Let it sit for about 5-10 minutes. The chia seeds will swell up and absorb most of the liquid.
Stir the mixture again and refrigerate for another 3-4 hours or overnight.
Serve it with fresh fruits or your favorite toppings [see notes for variations].
Alternatively, store it in the refrigerator for up to 3-4 days for a quick grab and go breakfast.
Notes
Jars for chia puddingAny glass bowl which can hold between 8oz - 16oz works. Ideally, choose the one over 10 oz to give enough room to load up on fruits and other toppings.
Other options include these Weck jars which are wide-mouthed and gorgeous but a little more expensive.
How to make it vegan
Use almond milk instead of dairy milk.
Maple syrup or Agave nectar instead of honey.
Notes / Tips
If your chia seeds are old, they'll not swell up. Don't discard them use them in smoothies instead.
This recipe can be easily scaled - you can make 3-4 servings at a time. I prefer to add fruits just before serving but if your mornings are busy you can save time by adding fruits when you make it.
Liquids such as milk, almond milk or coconut milk, yogurt are usually used but you could also add your leftover smoothie.
The shelf-life of your chia pudding depends on your milk. So make sure to use fresh milk when possible.
Add seeds and nuts last so that they do not become soggy.

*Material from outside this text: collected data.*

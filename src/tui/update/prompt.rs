//! Updates while a prompt has the keyboard: the tree filter, a flag's reason, a yes/no
//! question.

#[allow(clippy::wildcard_imports)]
// the parent's imports and helpers, as one module split by screen
use super::*;

pub(super) fn on_filter_input(
    state: &mut AppState,
    mut text: String,
    action: &Action,
) -> Vec<Effect> {
    match action {
        Action::Char(c) => text.push(*c),
        Action::Backspace => {
            text.pop();
        }
        Action::Submit => {
            state.input = Input::None;
            let n = state
                .tree
                .rows
                .iter()
                .filter(|r| matches!(r, TreeRow::Sample(..)))
                .count();
            if !state.tree.filter.is_empty() {
                // Land on the first match, so Enter opens it.
                let on_sample = matches!(
                    state.tree.rows.get(state.tree.cursor),
                    Some(TreeRow::Sample(..))
                );
                if !on_sample
                    && let Some(i) = state
                        .tree
                        .rows
                        .iter()
                        .position(|r| matches!(r, TreeRow::Sample(..)))
                {
                    state.tree.cursor = i;
                }
                state.say(
                    Tone::Info,
                    format!(
                        "{n} sample{} match {:?} · Esc clears",
                        if n == 1 { "" } else { "s" },
                        state.tree.filter
                    ),
                );
            }
            return follow_tree(state);
        }
        Action::Cancel => {
            state.input = Input::None;
            clear_filter(state);
            return follow_tree(state);
        }
        _ => return Vec::new(),
    }
    state.tree.filter.clone_from(&text);
    state.input = Input::Filter(text);
    state.tree.rebuild();
    Vec::new()
}

pub(super) fn on_reason_input(
    state: &mut AppState,
    target: FlagTarget,
    flag: bool,
    mut text: String,
    action: &Action,
) -> Vec<Effect> {
    match action {
        Action::Char(c) => text.push(*c),
        Action::Backspace => {
            text.pop();
        }
        Action::Cancel => {
            state.input = Input::None;
            state.say(Tone::Info, "flag left as it was");
            return Vec::new();
        }
        Action::Submit => {
            let reason = text.trim().to_string();
            if flag && reason.is_empty() {
                state.say(
                    Tone::Warning,
                    "type a reason first (Esc leaves the flag as it was)",
                );
                return Vec::new();
            }
            state.input = Input::None;
            return vec![if flag {
                Effect::SetFlag { target, reason }
            } else {
                Effect::ClearFlag {
                    target,
                    note: reason,
                }
            }];
        }
        _ => return Vec::new(),
    }
    state.input = Input::Reason { target, flag, text };
    Vec::new()
}

pub(super) fn on_confirm(state: &mut AppState, action: &Action) -> Vec<Effect> {
    match action {
        Action::Submit => {
            state.quit = true;
            vec![Effect::Quit]
        }
        Action::Cancel => {
            state.input = Input::None;
            state.say(Tone::Info, "still here; the fit goes on");
            Vec::new()
        }
        _ => Vec::new(),
    }
}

It is important that you wait for the chia seeds to swell up and then stir again. If you don't do that and refrigerate straight away, you'll end up with some chia seeds floating on top and some sunk to the bottom much like the picture shown in the blog post.
VariationsOnce you have made the base chia pudding recipe and allowed it to sit for 15 minutes, add the following mix-ins to create some exciting variations.
Banana and walnut – Mash a banana using a fork and add it to the pudding. Mix well. Refrigerate it overnight and serve it with chopped bananas and walnuts.
Peanut butter and jelly – Mix 1/4 cup raspberries with chia pudding before you refrigerate it. Serve with a dollop of peanut butter and chopped nuts.
Apple cinnamon – Add about 1/2 cup chopped apples to the chia pudding. Mix well and refrigerate it. Add a pinch (or more) of cinnamon right before serving.
Chocolate chia pudding – If your kids love the store-bought chocolate pudding replace it with this. Blend it if they don’t like the texture. Add 1/2 tablespoon of cocoa powder, 1/2 teaspoon vanilla extract, 1 teaspoon maple syrup to the chia pudding. Mix well, refrigerate and serve it topped with raspberries.
Strawberry banana – Serve the refrigerated chia pudding with chopped banana, strawberries, or any berries of your choice.